There are three main positive qualities that make certain fruits healthy:
1. Micronutrients (vitamins and minerals)
And there are a couple negative qualities we should watch out for:
1. Sugar (specifically, fructose)
2. Blood sugar impact (glycemic load)
Because fruit tends to affect blood sugar levels less than most other carbohydrate-sources like rice, bread, and pasta, most fruits makes a great snack, and can be especially delicious–and result in an ever lower blood sugar impact–when combined with a protein/fat like yogurt, coconut, and nuts.
Of the common fruits, even the worst blood sugar offenders have less than a third of the blood sugar impact as the same amount of "healthy" carbohydrates like oats and whole wheat bread . Because the majority of fruits fall within the safe range of blood sugar impact for most people, we're not going to consider glycemic index as a variable when determining the healthiest and unhealthiest fruits.
Similarly, most fruits have between 1-3 grams of fiber per 100 grams, not enough of a difference to be a significant part of our analysis.
Unlike glycemic index and fiber, there is a lot of variability in the amount of nutrients, antioxidants, and fructose sugar from fruit to fruit. The most nutritious fruit has 9 times as many vitamins and minerals as the least nutritious, the most polyphenol-rich fruit has over 60 times the antioxidants compared to the least polyphenol-rich, and the sweetest fruit has about 5 times as much fructose sugar as the least sweet.
Let's chart the most common fruits in a way that allows us to see the most important qualities–nutrient density, antioxidants, and fructose sugar–all at once:
Lots to digest here!
As you can see, kiwis are the most nutritious fruit gram-for-gram, with 100 grams (one large kiwi) providing over 9% of your entire day's micronutrient needs... and that's without the skin.
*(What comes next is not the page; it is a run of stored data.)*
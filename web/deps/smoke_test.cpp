// Checks that the WebAssembly ICU build and its reduced data (icu-data.txt)
// provide every ICU service the engine relies on. web/deps/build.sh runs it
// under node before it marks the build complete, so a missing data item fails
// the dependency build instead of surfacing later as a wrong result.
#include <unicode/normalizer2.h>
#include <unicode/regex.h>
#include <unicode/ucasemap.h>
#include <unicode/ucnv.h>
#include <unicode/ucsdet.h>
#include <unicode/unistr.h>

#include <cstdio>
#include <string>

namespace {

int failures = 0;

void check(const char* what, bool ok, const std::string& detail) {
  std::printf("%s %s%s%s\n", ok ? "PASS" : "FAIL", what, detail.empty() ? "" : ": ", detail.c_str());
  if (!ok) ++failures;
}

std::string status_text(UErrorCode status) { return U_SUCCESS(status) ? std::string() : u_errorName(status); }

void check_normalization() {
  UErrorCode status = U_ZERO_ERROR;
  const icu::Normalizer2* nfc = icu::Normalizer2::getNFCInstance(status);
  std::string nfc_result;
  if (U_SUCCESS(status)) {
    // UnicodeData.txt: 00E9 decomposes canonically to 0065 0301.
    nfc->normalize(icu::UnicodeString::fromUTF8("e\xCC\x81"), status).toUTF8String(nfc_result);
  }
  check("NFC e+U+0301 -> U+00E9", U_SUCCESS(status) && nfc_result == "\xC3\xA9", status_text(status));

  status = U_ZERO_ERROR;
  const icu::Normalizer2* nfkc = icu::Normalizer2::getNFKCInstance(status);
  std::string nfkc_result;
  if (U_SUCCESS(status)) {
    // UnicodeData.txt: FB01 LATIN SMALL LIGATURE FI has <compat> 0066 0069.
    nfkc->normalize(icu::UnicodeString::fromUTF8("\xEF\xAC\x81"), status).toUTF8String(nfkc_result);
  }
  check("NFKC U+FB01 -> fi", U_SUCCESS(status) && nfkc_result == "fi", status_text(status));
}

std::string map_case(const char* locale, const char* input, bool title) {
  UErrorCode status = U_ZERO_ERROR;
  UCaseMap* map = ucasemap_open(locale, 0, &status);
  char output[64] = {};
  if (U_SUCCESS(status)) {
    if (title) {
      ucasemap_utf8ToTitle(map, output, sizeof output, input, -1, &status);
    } else {
      ucasemap_utf8ToUpper(map, output, sizeof output, input, -1, &status);
    }
  }
  ucasemap_close(map);
  return U_SUCCESS(status) ? output : std::string("error ") + u_errorName(status);
}

void check_case_mapping() {
  // SpecialCasing.txt: 00DF uppercases to 0053 0053.
  std::string upper = map_case("", "stra\xC3\x9F" "e", false);
  check("full upper case straße -> STRASSE", upper == "STRASSE", upper);
  // SpecialCasing.txt: 0069 uppercases to 0130 in the tr locale.
  std::string turkish = map_case("tr", "i", false);
  check("tr upper case i -> U+0130", turkish == "\xC4\xB0", turkish);
  // Title casing needs the word break iterator (brkitr data items).
  std::string title = map_case("", "oak street north", true);
  check("title case by words", title == "Oak Street North", title);
  // Text that needs a word-break dictionary left out of icu-data.txt still maps.
  std::string without_dictionary = map_case("", "\xE6\x9D\xB1\xE4\xBA\xAC oak", true);
  check("title case next to CJK text", without_dictionary == "\xE6\x9D\xB1\xE4\xBA\xAC Oak", without_dictionary);
}

std::string convert_to_utf8(const char* converter_name, const std::string& bytes) {
  UErrorCode status = U_ZERO_ERROR;
  icu::UnicodeString text(bytes.data(), static_cast<int32_t>(bytes.size()), converter_name);
  std::string utf8;
  text.toUTF8String(utf8);
  UConverter* converter = ucnv_open(converter_name, &status);
  ucnv_close(converter);
  return U_SUCCESS(status) ? utf8 : std::string("error ") + u_errorName(status);
}

void check_converters() {
  // Unicode's CP1252.TXT mapping: 0x80 -> U+20AC, 0x93 -> U+201C, 0x94 -> U+201D, 0xE9 -> U+00E9.
  std::string windows_1252 = convert_to_utf8("windows-1252", "\x80\x93Hi\x94\xE9");
  check("windows-1252 decoding", windows_1252 == "\xE2\x82\xAC\xE2\x80\x9CHi\xE2\x80\x9D\xC3\xA9", windows_1252);
  // ISO/IEC 8859-1 bytes are the first 256 code points.
  std::string latin1 = convert_to_utf8("ISO-8859-1", "caf\xE9");
  check("ISO-8859-1 decoding", latin1 == "caf\xC3\xA9", latin1);
  // RFC 2781: the "UTF-16" charset consumes a byte order mark.
  std::string utf16 = convert_to_utf8("UTF-16", std::string("\xFF\xFE" "A\0" "\xE9\0", 6));
  check("UTF-16 with little-endian BOM", utf16 == "A\xC3\xA9", utf16);
}

void check_regex_and_detection() {
  UErrorCode status = U_ZERO_ERROR;
  // The matcher keeps a reference to its input, which must outlive it.
  const icu::UnicodeString input = icu::UnicodeString::fromUTF8("x\xC3\x84" "By");
  icu::RegexMatcher matcher(icu::UnicodeString::fromUTF8("\\p{Lu}+"), input, 0, status);
  std::string match;
  if (U_SUCCESS(status) && matcher.find(status)) {
    matcher.group(status).toUTF8String(match);
  }
  check("regex \\p{Lu}+ finds ÄB", U_SUCCESS(status) && match == "\xC3\x84" "B", status_text(status) + match);

  status = U_ZERO_ERROR;
  UCharsetDetector* detector = ucsdet_open(&status);
  const char sample[] = "Stra\xC3\x9F" "e, Caf\xC3\xA9, na\xC3\xAFve r\xC3\xA9sum\xC3\xA9";
  ucsdet_setText(detector, sample, sizeof sample - 1, &status);
  const UCharsetMatch* best = ucsdet_detect(detector, &status);
  std::string name = U_SUCCESS(status) && best ? ucsdet_getName(best, &status) : "";
  ucsdet_close(detector);
  check("charset detection of UTF-8", U_SUCCESS(status) && name == "UTF-8", status_text(status) + name);
}

}  // namespace

int main() {
  check_normalization();
  check_case_mapping();
  check_converters();
  check_regex_and_detection();
  std::printf("%d ICU checks failed\n", failures);
  return failures == 0 ? 0 : 1;
}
The skin contains even more beneficial fiber and Vitamin C (and tastes great), making kiwis far and away the leader in nutrition.
Pineapples, while moderately high in sugar, are second in terms of nutrients, providing about 7% of your daily nutrient needs. Blackberries, raspberries, and strawberries are probably the most well-rounded fruits, with very low sugar and high amounts of nutrients and antioxidants.
Blueberries, while not being especially full of nutrients, are incredibly high in antioxidants. You can't really go wrong with a berry, and may want to mix it up between different berries to get a variety of different antioxidants. A handful of raspberries here, a handful of blackberries there.
Bringing up the rear are apples and pears, which are bred for sweetness, not nutrients. In addition to apples and pears, mangos, pineapples, bananas, grapes, and cherries are all fruits that are especially high in fructose sugar. The dose makes the poison, so while a little bit won't hurt as part of a healthy low-sugar diet, it can be easy to overindulge.
While it is said that, "An apple a day keeps the doctor away," modern apples (and pears) should be seen as occasional indulgences, not prescriptions for better health. "A kiwi a week for the health you seek," may be a better guide.